Start of Block

def _check_spectra(session: Session, report: VerifyReport, vouched: _Vouched,
                   sample_of: dict[int, int]) -> None:
    # The spectrum hash is SHA-256(axis float64 bytes + data float32 bytes); the axis part is
    # shared by thousands of spectra, so its digest state is computed once and copied.
    prefixes: dict[int, tuple[Any, int]] = {}
    for aid, unit, values, digest in session.execute(select(
            SpectralAxis.id, SpectralAxis.unit, SpectralAxis.values, SpectralAxis.sha256)):
        values = bytes(values)
        try:
            ok = len(values) % 8 == 0 and axis_sha256(_f8(values), unit) == digest
        except Exception:  # noqa: BLE001 - any failure to read the axis is a mismatch
            ok = False
        if not ok:
            report.content_problems.append(Problem(
                "spectral_axis", aid, "stored axis values no longer match their hash (altered)"))
        prefixes[aid] = (hashlib.sha256(values), len(values) // 8)
    n = 0
    for rows in _batches(session, (Spectrum.id, Spectrum.axis_id, Spectrum.data, Spectrum.sha256,
                                   Spectrum.sample_id), Spectrum.id, _SPECTRUM_BATCH):
        for sid, aid, data, stored, sample_id in rows:
            n += 1
            prefix, n_points = prefixes.get(aid, (None, 0))
            if prefix is None or len(data) != 4 * n_points:
                sample_of[sid] = sample_id
                report.content_problems.append(Problem(
                    "spectrum", sid, "data length does not match its spectral axis (altered)"))
                vouched.hashes["spectrum"].pop(sid, None)
                continue
            h = prefix.copy()
            h.update(data)
            before = len(report.content_problems)
            _compare(report, vouched, "spectrum", sid, h.hexdigest(), stored)
            if len(report.content_problems) > before:
                sample_of[sid] = sample_id
    report.checked["spectrum"] = n


def _f8(values: bytes):
    import numpy as np

    return np.frombuffer(values, dtype="<f8")


def _check_reference_results(session: Session, report: VerifyReport, vouched: _Vouched,
                             sample_of: dict[tuple[str, int], int]) -> None:
    # Plain rows (attribute access by column name) rather than ORM objects: faster, and the
    # caller's session is left as it was.
    n = 0
    R = ReferenceResult
    for rows in _batches(session, (R.id, R.sample_id, R.method_id, R.value, R.lab, R.tested_at,
                                   R.operator, R.supersedes_id, R.sha256), R.id, _ROW_BATCH):
        for r in rows:
            n += 1
            before = len(report.content_problems)
            _compare(report, vouched, "reference_result", r.id, reference_result_hash(r), r.sha256)
            if len(report.content_problems) > before:
                sample_of[("reference_result", r.id)] = r.sample_id
    report.checked["reference_result"] = n


def _check_calibration_sets(session: Session, report: VerifyReport, vouched: _Vouched) -> None:
    M, C = CalibrationMember, CalibrationSet
    members: dict[int, list] = {}
    for m in session.execute(select(M.set_id, M.sample_id, M.role, M.reference_value,
                                    M.reference_result_ids, M.spectrum_ids)):
        members.setdefault(m.set_id, []).append(m)
    sets = session.execute(select(C.id, C.name, C.property_id, C.grade_id, C.validation_rule,
                                  C.sha256).order_by(C.id)).all()
    for cs in sets:
        _compare(report, vouched, "calibration_set", cs.id,
                 calibration_set_hash(cs, members.get(cs.id, [])), cs.sha256, cs.name)
    orphans = set(members) - {cs.id for cs in sets}
    for set_id in sorted(orphans):
        report.content_problems.append(Problem(
            "calibration_set", set_id, "members exist for a calibration set that does not"))
    report.checked["calibration_set"] = len(sets)


def _check_models(session: Session, report: VerifyReport, vouched: _Vouched) -> None:
    n = 0
    for rows in _batches(session, (ModelVersion.id, ModelVersion.label, ModelVersion.artifact,
                                   ModelVersion.artifact_sha256), ModelVersion.id, 20):
        for mid, label, blob, stored in rows:
            n += 1
            _compare(report, vouched, "model_version", mid, artifact_hash(bytes(blob)), stored, label)
    report.checked["model_version"] = n


def _check_validations(session: Session, report: VerifyReport, vouched: _Vouched) -> None:
    V = ValidationRecord
    rows = session.execute(select(V.id, V.model_version_id, V.calibration_set_id, V.kind,
                                  V.statistics, V.criteria, V.passed, V.reasons, V.sha256)
                           .order_by(V.id)).all()
    for v in rows:
        _compare(report, vouched, "validation_record", v.id, validation_record_hash(v), v.sha256)
    report.checked["validation_record"] = len(rows)


def _check_signatures(session: Session, report: VerifyReport, vouched: _Vouched) -> None:
    S = Signature
    rows = session.execute(select(S.id, S.user_id, S.meaning, S.reason, S.signed_at,
                                  S.entity_type, S.entity_id, S.signed_parts, S.signed_sha256)
                           .order_by(S.id)).all()
    for s in rows:
        # A signature row has no hash column of its own: the chain's copy is the reference.
        _compare(report, vouched, "signature", s.id, signature_hash(s), None,
                 f"{s.meaning} on {s.entity_type} {s.entity_id}")
    report.checked["signature"] = len(rows)
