class BandCalibration:
    """Univariate calibration on one band's height or area.

    Parameters
    ----------
    band : (float, float)
        Band limits, cm⁻¹ (either order).
    anchors : (float, float), optional
        Baseline anchor points, cm⁻¹ (default: the band limits).
    measure : {"area", "height"}, default "area"
    degree : {1, 2}, default 1
        Linear calibration; 2 only when a quadratic is asked for.
    saturation_limit : float, default 1.5
        Absorbance above which the band region counts as saturated.
    anchor_limits : (float, float), optional
        Absorbance limits for both anchors; default: each anchor's range over
        the calibration spectra.

    Attributes
    ----------
    axis_ : ndarray (p,)
        Ascending axis the spectra must be on.
    coefficients_ : ndarray (degree + 1,)
        β₀, β₁ (, β₂): y = Σ βⱼ vʲ.
    coefficient_cov_ : ndarray (degree + 1, degree + 1)
        s²(Z'Z)⁻¹.
    coefficient_se_ : ndarray (degree + 1,)
    calibration_values_, calibration_y_ : ndarray (n,)
        Band values and reference values of the calibration spectra.
    value_min_, value_max_ : float
        Calibration range of the band value.
    anchor_min_, anchor_max_ : ndarray (2,)
        Limits of the two anchor absorbances.
    statistics_ : dict
        :class:`registry.chemometrics.ValidationStatistics` of the fitted
        values (``sec`` with n − degree − 1 degrees of freedom) as JSON.
    n_samples_ : int
    """

    family = "band"

    def __init__(self, band, anchors=None, measure: str = "area", degree: int = 1,
                 saturation_limit: float = DEFAULT_SATURATION_LIMIT, anchor_limits=None):
        self.band = band
        self.anchors = anchors
        self.measure = measure
        self.degree = degree
        self.saturation_limit = saturation_limit
        self.anchor_limits = anchor_limits

    def _check_params(self):
        band = _pair(self.band, "band")
        anchors = band if self.anchors is None else _pair(self.anchors, "anchors")
        if self.measure not in MEASURES:
            raise InputError(f"measure must be one of {', '.join(MEASURES)}", field="measure")
        if isinstance(self.degree, bool) or self.degree not in (1, 2):
            raise InputError(f"degree must be 1 (linear) or 2 (quadratic), got {self.degree!r}",
                             field="degree")
        if (not isinstance(self.saturation_limit, numbers.Real)
                or not np.isfinite(self.saturation_limit)):
            raise InputError("saturation_limit must be a finite absorbance",
                             field="saturation_limit")
        limits = (None if self.anchor_limits is None
                  else _pair(self.anchor_limits, "anchor_limits", "absorbances"))
        return band, anchors, limits

    def _window(self, axis: np.ndarray) -> _BandWindow:
        band, anchors, _ = self._check_params()
        return _BandWindow(axis, band, anchors)

    def fit(self, X, y, axis) -> "BandCalibration":
        """Measure the band on calibration spectra and fit y on the band value.

        Parameters
        ----------
        X : ndarray (n, p)
            Absorbance spectra on ``axis``.
        y : ndarray (n,)
            Reference values.
        axis : ndarray (p,)
            Wavenumbers, cm⁻¹, ascending or descending.
        """
        _, _, limits = self._check_params()
        X, y = check_xy(X, y)
        axis, X = normalise_ascending(axis, X, field="axis")
        d = int(self.degree)
        n = X.shape[0]
        if n < max(3, d + 2):
            raise InputError(f"a degree-{d} calibration needs at least {max(3, d + 2)} samples "
                             f"(its residual SD has n − {d + 1} degrees of freedom), got {n}",
                             field="X")
        values, anchor_abs, _ = self._window(axis).measure(X, self.measure)
        Z = np.vander(values, d + 1, increasing=True)
        if np.linalg.matrix_rank(Z) < d + 1:
            raise InputError(f"the calibration band values do not support a degree-{d} fit "
                             "(too few distinct values)", field="X")
        coef, *_ = np.linalg.lstsq(Z, y, rcond=None)
        fitted = Z @ coef
        s2 = float(np.sum((y - fitted) ** 2)) / (n - d - 1)
        self.axis_ = axis
        self.coefficients_ = coef
        self.coefficient_cov_ = s2 * np.linalg.inv(Z.T @ Z)
        self.coefficient_se_ = np.sqrt(np.diag(self.coefficient_cov_))
        self.calibration_values_ = values
        self.calibration_y_ = y
        self.value_min_, self.value_max_ = float(values.min()), float(values.max())
        if limits is None:
            self.anchor_min_, self.anchor_max_ = anchor_abs.min(axis=0), anchor_abs.max(axis=0)
        else:
            self.anchor_min_, self.anchor_max_ = np.full(2, limits[0]), np.full(2, limits[1])
        self.statistics_ = finite_json(validation_statistics(y, fitted, n_components=d).to_json())
        self.n_samples_ = n
        return self

    def _spectra(self, X, axis) -> np.ndarray:
        X = np.atleast_2d(np.asarray(X, dtype=np.float64))
        X, _ = check_xy(X)
        if axis is not None:
            axis, X = normalise_ascending(axis, X, field="axis")
            if not same_axis(axis, self.axis_):
                raise InputError("spectra are not on the model axis; resample them first",
                                 field="axis")
        if X.shape[1] != self.axis_.size:
            raise InputError(f"spectra must have {self.axis_.size} points on the model axis, "
                             f"got {X.shape[1]}", field="X")
        return X

    def predict_values(self, values) -> np.ndarray:
        """Calibrated y for band values."""
        values = np.asarray(values, dtype=np.float64)
        Z = np.vander(values.reshape(-1), self.coefficients_.size, increasing=True)
        return Z @ self.coefficients_

    def predict(self, X, axis=None) -> np.ndarray:
        """y for spectra on the model axis (``axis`` only to check/reorder them)."""
        X = self._spectra(X, axis)
        values, _, _ = self._window(self.axis_).measure(X, self.measure)
        return self.predict_values(values)

    def check(self, X, axis=None) -> FamilyChecks:
        """Predictions with the band-range, anchor and saturation checks."""
        X = self._spectra(X, axis)
        values, anchor_abs, peak = self._window(self.axis_).measure(X, self.measure)
        flags = {
            "band_range": (values < self.value_min_) | (values > self.value_max_),
            "baseline_anchor": np.any((anchor_abs < self.anchor_min_)
                                      | (anchor_abs > self.anchor_max_), axis=1),
            "saturation": peak > float(self.saturation_limit),
        }
        return FamilyChecks(
            y_pred=self.predict_values(values),
            values={"band_value": values, "anchor_absorbance": anchor_abs,
                    "band_max_absorbance": peak},
            limits={"band_min": self.value_min_, "band_max": self.value_max_,
                    "anchor_min": self.anchor_min_, "anchor_max": self.anchor_max_,
                    "saturation_limit": float(self.saturation_limit)},
            flags=flags, flag_order=FLAGS)

    # ----------------------------------------------------------- evidence
    def evidence(self) -> dict[str, Any]:
        """The calibration line (band value against reference) and its fit, for review."""
        band, anchors, _ = self._check_params()
        return {"band": list(band), "anchors": list(anchors), "measure": self.measure,
                "degree": int(self.degree), "coefficients": self.coefficients_.tolist(),
                "coefficient_se": self.coefficient_se_.tolist(),
                "calibration_values": self.calibration_values_.copy(),
                "calibration_y": self.calibration_y_.copy(),
                "value_min": self.value_min_, "value_max": self.value_max_,
                "statistics": dict(self.statistics_), "n_samples": self.n_samples_}

    def explain(self, x) -> dict[str, Any]:
        """One spectrum around the band: absorbance, anchors, baseline and band value.

        The window runs from the lowest to the highest of the band limits and anchors,
        widened by half that span on each side, so the band is seen against its
        surroundings. ``baseline`` is the straight line through the two anchor
        absorbances evaluated on the window's axis points.
        """
        X = self._spectra(x, None)[:1]
        win = self._window(self.axis_)
        values, anchor_abs, peak = win.measure(X, self.measure)
        lo = min(win.edges[0], win.anchors[0])
        hi = max(win.edges[1], win.anchors[1])
        margin = (hi - lo) / 2.0
        keep = (self.axis_ >= lo - margin) & (self.axis_ <= hi + margin)
        nu = self.axis_[keep]
        slope = (anchor_abs[0, 1] - anchor_abs[0, 0]) / (win.anchors[1] - win.anchors[0])
        return {"axis": nu, "absorbance": X[0, keep],
               "baseline": anchor_abs[0, 0] + slope * (nu - win.anchors[0]),
               "anchors": win.anchors.tolist(), "anchor_absorbance": anchor_abs[0].tolist(),
               "band": win.edges.tolist(), "measure": self.measure,
               "band_value": float(values[0]), "band_max_absorbance": float(peak[0]),
               "y_pred": float(self.predict_values(values)[0])}

    # ----------------------------------------------------------- plain state
    _ARRAYS = ("axis", "coefficients", "coefficient_cov", "coefficient_se",
               "calibration_values", "calibration_y", "anchor_min", "anchor_max")

    def state_arrays(self) -> dict[str, np.ndarray]:
        return {k: np.ascontiguousarray(getattr(self, k + "_")) for k in self._ARRAYS}

    def state_json(self) -> dict[str, Any]:
        band, anchors, limits = self._check_params()
        return {"family": self.family, "band": list(band), "anchors": list(anchors),
                "anchors_given": self.anchors is not None,
                "measure": self.measure, "degree": int(self.degree),
                "saturation_limit": float(self.saturation_limit),
                "anchor_limits": None if limits is None else list(limits),
                "value_min": self.value_min_, "value_max": self.value_max_,
                "statistics": self.statistics_, "n_samples": self.n_samples_}

    @classmethod
    def from_state(cls, arrays: dict[str, np.ndarray], meta: dict[str, Any]) -> "BandCalibration":
        model = cls(band=meta["band"], anchors=meta["anchors"] if meta["anchors_given"] else None,
                    measure=meta["measure"], degree=meta["degree"],
                    saturation_limit=meta["saturation_limit"], anchor_limits=meta["anchor_limits"])
        model._check_params()
        for key, value in take_arrays(arrays, cls._ARRAYS, cls.family).items():
            setattr(model, key + "_", value)
        model.value_min_, model.value_max_ = float(meta["value_min"]), float(meta["value_max"])
        model.statistics_ = dict(meta["statistics"])
        model.n_samples_ = int(meta["n_samples"])
        return model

End of Block

Assigned task
Working from the data above, extract solely the lines from the one containing "self.axis_ = axis" through the one containing "values = np.asarray(values, dtype=np.float64)", exactly as they appear, both included.

Answer to the problem
        self.axis_ = axis
        self.coefficients_ = coef
        self.coefficient_cov_ = s2 * np.linalg.inv(Z.T @ Z)
        self.coefficient_se_ = np.sqrt(np.diag(self.coefficient_cov_))
        self.calibration_values_ = values
        self.calibration_y_ = y
        self.value_min_, self.value_max_ = float(values.min()), float(values.max())
        if limits is None:
            self.anchor_min_, self.anchor_max_ = anchor_abs.min(axis=0), anchor_abs.max(axis=0)
        else:
            self.anchor_min_, self.anchor_max_ = np.full(2, limits[0]), np.full(2, limits[1])
        self.statistics_ = finite_json(validation_statistics(y, fitted, n_components=d).to_json())
        self.n_samples_ = n
        return self

    def _spectra(self, X, axis) -> np.ndarray:
        X = np.atleast_2d(np.asarray(X, dtype=np.float64))
        X, _ = check_xy(X)
        if axis is not None:
            axis, X = normalise_ascending(axis, X, field="axis")
            if not same_axis(axis, self.axis_):
                raise InputError("spectra are not on the model axis; resample them first",
                                 field="axis")
        if X.shape[1] != self.axis_.size:
            raise InputError(f"spectra must have {self.axis_.size} points on the model axis, "
                             f"got {X.shape[1]}", field="X")
        return X

    def predict_values(self, values) -> np.ndarray:
        """Calibrated y for band values."""
        values = np.asarray(values, dtype=np.float64)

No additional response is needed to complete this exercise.